How to complete this task -> Please retype the listing below exactly, from its opening line through the line where "this.sig.push(t.sig);" appears.

Dataset excerpts START

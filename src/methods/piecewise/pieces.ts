/**
 * Envelope building of the piecewise method: the pieces of every classified
 * cell and the tails, assembled into the flat tables the kernel reads.
 * @internal
 *
 * @packageDocumentation
 */
import { ShapeViolationError } from '../../core/errors.js';
import { logSumExp } from '../envelope/arith.js';
import type { Tables } from '../envelope/piece-tables.js';
import { T_INV_SQRT, T_LOG, pieceConstant, pieceLogArea } from '../envelope/transforms.js';
import { CELL_ATOMIC, CELL_BOUNDARY, CELL_CONCAVE, CELL_CONVEX, CELL_LINEAR, CELL_MONOTONE, CELL_NEGLIGIBLE, CELL_ZERO, CLASS_NAMES, TAIL_LOG, TAIL_NONE } from './cells.js';
import type { CellView, Tail } from './cells.js';
import { exp } from '../../vendor/math.js';

/** Growable piece lists (setup only). */
class PieceLists {
  lo: number[] = [];
  hi: number[] = [];
  kind: number[] = [];
  xh: number[] = [];
  dir: number[] = [];
  href: number[] = [];
  sig: number[] = [];
  sqa: number[] = [];
  sqv: number[] = [];
  sqs: number[] = [];
  shape: number[] = [];
  cell: number[] = [];

  /** Adds a piece on [lo, hi] with envelope line y0 + s·(x − x0) and squeeze line v0 + t·(x − x1) (v0 = -Infinity: none). */
  add(lo: number, hi: number, x0: number, y0: number, s: number, x1: number, v0: number, t: number, shape: number, cell: number): void {
    if (!(hi > lo)) return;
    this.lo.push(lo);
    this.hi.push(hi);
    this.kind.push(T_LOG);
    if (s > 0) {
      this.xh.push(hi);
      this.dir.push(-1);
      this.href.push(y0 + s * (hi - x0));
      this.sig.push(s);
    } else {
      this.xh.push(lo);
      this.dir.push(1);
      this.href.push(y0 + s * (lo - x0));
      this.sig.push(-s);
    }
    this.sqa.push(x1);
    this.sqv.push(v0);
    this.sqs.push(t);
    this.shape.push(shape);
    this.cell.push(cell);
  }

  /** Adds a tail piece. */
  addTail(t: Tail, dir: number, ref: number, cell: number): void {
    this.lo.push(dir > 0 ? t.x : -Infinity);
    this.hi.push(dir > 0 ? Infinity : t.x);
    this.kind.push(t.kind === TAIL_LOG ? T_LOG : T_INV_SQRT);
    this.xh.push(t.x);
    this.dir.push(dir);
    this.href.push(t.l - ref);
    this.sig.push(t.sig);
    this.sqa.push(t.x);
    this.sqv.push(-Infinity);
    this.sqs.push(0);
    this.shape.push(0);
    this.cell.push(cell);
  }
}

/** Builds the flat tables of the envelope of a classified grid (tails determined). @internal */
export function buildTables(g: CellView): Tables {
  const n = g.cells;
  let ref = -Infinity;
  for (const v of g.l) if (v > ref) ref = v;
  const P = new PieceLists();
  if (g.lowerTail.kind !== TAIL_NONE) P.addTail(g.lowerTail, -1, ref, -1);
  for (let i = 0; i < n; i++) cellPieces(g, P, i, ref);
  if (g.upperTail.kind !== TAIL_NONE) P.addTail(g.upperTail, 1, ref, n);
  const m = P.lo.length;
  if (m === 0) throw new ShapeViolationError(`${g.api}: the envelope has no piece of positive area`);
  const t: Tables = {
    n: m,
    lo: Float64Array.from(P.lo),
    hi: Float64Array.from(P.hi),
    kind: Uint8Array.from(P.kind),
    highEnd: Float64Array.from(P.xh),
    direction: Float64Array.from(P.dir),
    width: new Float64Array(m),
    highLogHeight: Float64Array.from(P.href),
    rate: Float64Array.from(P.sig),
    inversion: new Float64Array(m),
    squeezeAnchor: Float64Array.from(P.sqa),
    squeezeValue: Float64Array.from(P.sqv),
    squeezeSlope: Float64Array.from(P.sqs),
    logAreas: new Float64Array(m),
    logSqueezeAreas: new Float64Array(m),
    shape: Uint8Array.from(P.shape),
    ref,
    logEnvelopeArea: -Infinity,
    logSqueezeArea: -Infinity,
    area: new Float64Array(m),
  };
  for (let j = 0; j < m; j++) {
    const w = t.hi[j] - t.lo[j];
    t.width[j] = w;
    const kind = t.kind[j];
    if (kind === T_LOG) {
      t.inversion[j] = pieceConstant(T_LOG, t.highLogHeight[j], t.rate[j], w);
      t.logAreas[j] = pieceLogArea(T_LOG, t.highLogHeight[j], t.rate[j], w);
    } else {
      t.inversion[j] = pieceConstant(T_INV_SQRT, -1, t.rate[j], w);
      t.logAreas[j] = t.highLogHeight[j] + pieceLogArea(T_INV_SQRT, -1, t.rate[j], w);
    }
    const sv = t.squeezeValue[j];
    if (sv === -Infinity || w === Infinity) t.logSqueezeAreas[j] = -Infinity;
    else {
      const s0 = sv + t.squeezeSlope[j] * (t.lo[j] - t.squeezeAnchor[j]);
      const s1 = sv + t.squeezeSlope[j] * (t.hi[j] - t.squeezeAnchor[j]);
      t.logSqueezeAreas[j] = pieceLogArea(T_LOG, Math.max(s0, s1), Math.abs(t.squeezeSlope[j]), w);
    }
    if (!(t.logAreas[j] < Infinity)) {
      throw new ShapeViolationError(`${g.api}: internal: the envelope piece on [${t.lo[j]}, ${t.hi[j]}] has no finite area`, [t.lo[j], t.hi[j]]);
    }
  }
  let top = -Infinity;
  for (let j = 0; j < m; j++) if (t.logAreas[j] > top) top = t.logAreas[j];
  if (!(top > -Infinity)) throw new ShapeViolationError(`${g.api}: the envelope has no piece of positive area`);
  for (let j = 0; j < m; j++) t.area[j] = exp(t.logAreas[j] - top);
  t.logEnvelopeArea = logSumExp(t.logAreas) + ref;
  t.logSqueezeArea = logSumExp(t.logSqueezeAreas) + ref;
  return t;
}

/** Pieces of cell i (relative to ref). */
function cellPieces(g: CellView, P: PieceLists, i: number, ref: number): void {
  const a = g.x[i];
  const b = g.x[i + 1];
  const la = g.l[i] - ref;
  const lb = g.l[i + 1] - ref;
  const c = g.cls[i];
  const sa = g.sa[i];
  const sb = g.sb[i];
  const w = b - a;
  switch (c) {
    case CELL_ZERO:
      return;
    case CELL_LINEAR: {
      const s = (lb - la) / w;
      P.add(a, b, a, la, s, a, la, s, c, i);
      return;
    }
    case CELL_ATOMIC:
    case CELL_MONOTONE: {
      P.add(a, b, a, Math.max(la, lb), 0, a, Math.min(la, lb), 0, c, i);
      return;
    }
    case CELL_NEGLIGIBLE: {
      P.add(a, b, a, Math.max(la, lb), 0, a, -Infinity, 0, c, i);
      return;
    }
    case CELL_BOUNDARY: {
      if (la === -Infinity) P.add(a, b, b, lb, sb, a, -Infinity, 0, c, i);
      else P.add(a, b, a, la, sa, a, -Infinity, 0, c, i);
      return;
    }
    case CELL_CONCAVE:
    case CELL_CONVEX: {
      const s = (lb - la) / w;
      const hasA = sa === sa;
      const hasB = sb === sb;
      let z: number;
      if (hasA && hasB) {
        const den = sa - sb;
        let tz = den !== 0 ? (s - sb) / den : 0.5;
        if (!(tz >= 0)) tz = 0;
        if (tz > 1) tz = 1;
        z = a + w * tz;
        if (z < a) z = a;
        if (z > b) z = b;
      } else z = hasA ? b : a;
      if (c === CELL_CONCAVE) {
        if (z > a) P.add(a, z, a, la, sa, a, la, s, c, i);
        if (b > z) P.add(z, b, b, lb, sb, a, la, s, c, i);
      } else {
        // convex: chord above; outer lines below (none when neither exists)
        if (!hasA && !hasB) {
          P.add(a, b, a, la, s, a, -Infinity, 0, c, i);
          return;
        }
        if (z > a) P.add(a, z, a, la, s, a, la, sa, c, i);
        if (b > z) P.add(z, b, a, la, s, b, lb, sb, c, i);
      }
      return;
    }
    default:
      g.shapeFailure(i, `internal: unresolved class ${CLASS_NAMES[c]}`);
  }
}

Dataset excerpts END

Response area ->
filename src/methods/piecewise/pieces.ts
/**
 * Envelope building of the piecewise method: the pieces of every classified
 * cell and the tails, assembled into the flat tables the kernel reads.
 * @internal
 *
 * @packageDocumentation
 */
import { ShapeViolationError } from '../../core/errors.js';
import { logSumExp } from '../envelope/arith.js';
import type { Tables } from '../envelope/piece-tables.js';
import { T_INV_SQRT, T_LOG, pieceConstant, pieceLogArea } from '../envelope/transforms.js';
import { CELL_ATOMIC, CELL_BOUNDARY, CELL_CONCAVE, CELL_CONVEX, CELL_LINEAR, CELL_MONOTONE, CELL_NEGLIGIBLE, CELL_ZERO, CLASS_NAMES, TAIL_LOG, TAIL_NONE } from './cells.js';
import type { CellView, Tail } from './cells.js';
import { exp } from '../../vendor/math.js';

/** Growable piece lists (setup only). */
class PieceLists {
  lo: number[] = [];
  hi: number[] = [];
  kind: number[] = [];
  xh: number[] = [];
  dir: number[] = [];
  href: number[] = [];
  sig: number[] = [];
  sqa: number[] = [];
  sqv: number[] = [];
  sqs: number[] = [];
  shape: number[] = [];
  cell: number[] = [];

  /** Adds a piece on [lo, hi] with envelope line y0 + s·(x − x0) and squeeze line v0 + t·(x − x1) (v0 = -Infinity: none). */
  add(lo: number, hi: number, x0: number, y0: number, s: number, x1: number, v0: number, t: number, shape: number, cell: number): void {
    if (!(hi > lo)) return;
    this.lo.push(lo);
    this.hi.push(hi);
    this.kind.push(T_LOG);
    if (s > 0) {
      this.xh.push(hi);
      this.dir.push(-1);
      this.href.push(y0 + s * (hi - x0));
      this.sig.push(s);
    } else {
      this.xh.push(lo);
      this.dir.push(1);
      this.href.push(y0 + s * (lo - x0));
      this.sig.push(-s);
    }
    this.sqa.push(x1);
    this.sqv.push(v0);
    this.sqs.push(t);
    this.shape.push(shape);
    this.cell.push(cell);
  }

  /** Adds a tail piece. */
  addTail(t: Tail, dir: number, ref: number, cell: number): void {
    this.lo.push(dir > 0 ? t.x : -Infinity);
    this.hi.push(dir > 0 ? Infinity : t.x);
    this.kind.push(t.kind === TAIL_LOG ? T_LOG : T_INV_SQRT);
    this.xh.push(t.x);
    this.dir.push(dir);
    this.href.push(t.l - ref);
    this.sig.push(t.sig);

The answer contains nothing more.